In the fresh loop, we found that with enough fresh (previously unseen) real data, the quality and diversity of synthetic data depend on the ratio of fresh to synthetic data. If the ratio is large enough, we won’t see a decrease in quality and diversity. If the ratio is too small, MADness will ensue. Take, for example, the Internet: what our findings suggest is that if synthetic data outgrows real data, then future generative models will suffer from MADness. Exactly what ratio of fresh to synthetic data is needed to avoid MADness depends on various factors (such as the complexity of the real and synthetic data, the type of generative model used, and the presence of sampling bias).
Between the lines
Generative models are becoming increasingly capable of generating what users can imagine, producing an explosion of synthetic content on the Internet. As people trust and use generative models more and more, it is important to acknowledge how our current interactions with generative models may negatively impact the future. Our results show that if synthetic data outgrows real data on the Internet, future generative models will be stuck in a self-consuming loop and thus doomed to MADness. Future synthetic data could have notable artifacts (or, in the case of text, wrong statements) that become increasingly pronounced over time, or they could lack creativity and diversity. In a worst-case scenario, synthetic data could diverge from reality altogether.

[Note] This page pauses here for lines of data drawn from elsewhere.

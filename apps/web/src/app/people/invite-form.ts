import { ChangeDetectionStrategy, Component, computed, inject, output, signal } from '@angular/core';
import { toSignal } from '@angular/core/rxjs-interop';
import { NonNullableFormBuilder, ReactiveFormsModule } from '@angular/forms';
import { MatButton } from '@angular/material/button';
import { Role } from '@riseback/contracts';
import { ChoiceField } from '../shared/fields/choice-field';
import { refusalsOf } from '../shared/outcome';
import { type AddressLine, addressLines } from './address-lines';
import { PeopleStore } from './people-store';
import { ROLE_CHOICES, roleMeaning } from './role-words';

/** So many at once; a list that is longer was pasted by mistake. */
const MOST_AT_ONCE = 50;

/** Invites one person or a pasted list; what cannot be sent stays in the box with the reason. */
@Component({
  selector: 'app-invite-form',
  imports: [ChoiceField, MatButton, ReactiveFormsModule],
  changeDetection: ChangeDetectionStrategy.OnPush,
  templateUrl: './invite-form.html',
  styleUrl: './invite-form.scss',
})
export class InviteForm {
  private readonly store = inject(PeopleStore);

  /** What came of it, in a sentence. */
  readonly told = output<string>();

  protected readonly form = inject(NonNullableFormBuilder).group({ addresses: '' });
  protected readonly choices = ROLE_CHOICES;
  protected readonly role = signal<Role>('viewer');
  protected readonly meaning = computed(() => roleMeaning(this.role()));
  private readonly typed = toSignal(this.form.controls.addresses.valueChanges, { initialValue: '' });
  protected readonly count = computed(() => addressLines(this.typed()).length);
  protected readonly busy = signal(false);
  protected readonly mistakes = signal<readonly AddressLine[]>([]);

  protected choose(value: string | undefined): void {
    const role = Role.safeParse(value);
    if (role.success) this.role.set(role.data);
  }

  protected async submit(): Promise<void> {
    const lines = addressLines(this.form.getRawValue().addresses);
    const refusal = lines.length === 0 ? 'Give an e-mail address.' : tooMany(lines.length);
    if (refusal !== undefined) {
      this.mistakes.set([{ line: 0, text: '', email: '', mistake: refusal }]);
      return;
    }
    this.busy.set(true);
    this.mistakes.set([]);
    const left: AddressLine[] = [];
    // one after the other: the first refusal of a server that has had enough must not come fifty times at once
    for (const line of lines) {
      const mistake = line.mistake ?? (await this.send(line.email));
      if (mistake !== undefined) left.push({ ...line, mistake });
    }
    this.form.setValue({ addresses: left.map(({ text }) => text).join('\n') });
    this.mistakes.set(left.map((line, index) => ({ ...line, line: index + 1 })));
    this.busy.set(false);
    if (left.length < lines.length) this.store.reload();
    this.told.emit(sentWords(lines.length - left.length, left.length));
  }

  private async send(email: string): Promise<string | undefined> {
    const outcome = await this.store.invite({ email, role: this.role() });
    if ('value' in outcome) return undefined;
    const { fields, rest } = refusalsOf(outcome.problem);
    return [...fields.values(), rest].filter((words) => words !== '').join(' ');
  }
}

function tooMany(count: number): string | undefined {
  return count > MOST_AT_ONCE
    ? `${String(count)} addresses are too many at once; ${String(MOST_AT_ONCE)} go.`
    : undefined;
}

function sentWords(sent: number, left: number): string {
  const gone = sent === 1 ? '1 invitation is on its way.' : `${String(sent)} invitations are on their way.`;
  if (left === 0) return gone;
  return `${gone} ${left === 1 ? '1 line needs' : `${String(left)} lines need`} mending.`;
}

AI industry leaders have recently pledged at the White House to implement measures like watermarking to make synthetic data identifiable from real data. These efforts aim to mitigate the negative effects of synthetic data on the Internet. Regarding Model Autophagy Disorder (MAD), watermarking could be used to prevent generative models from training on AI-generated data. However, whether such approaches are a viable solution to MADness remains to be seen and must be determined by future work.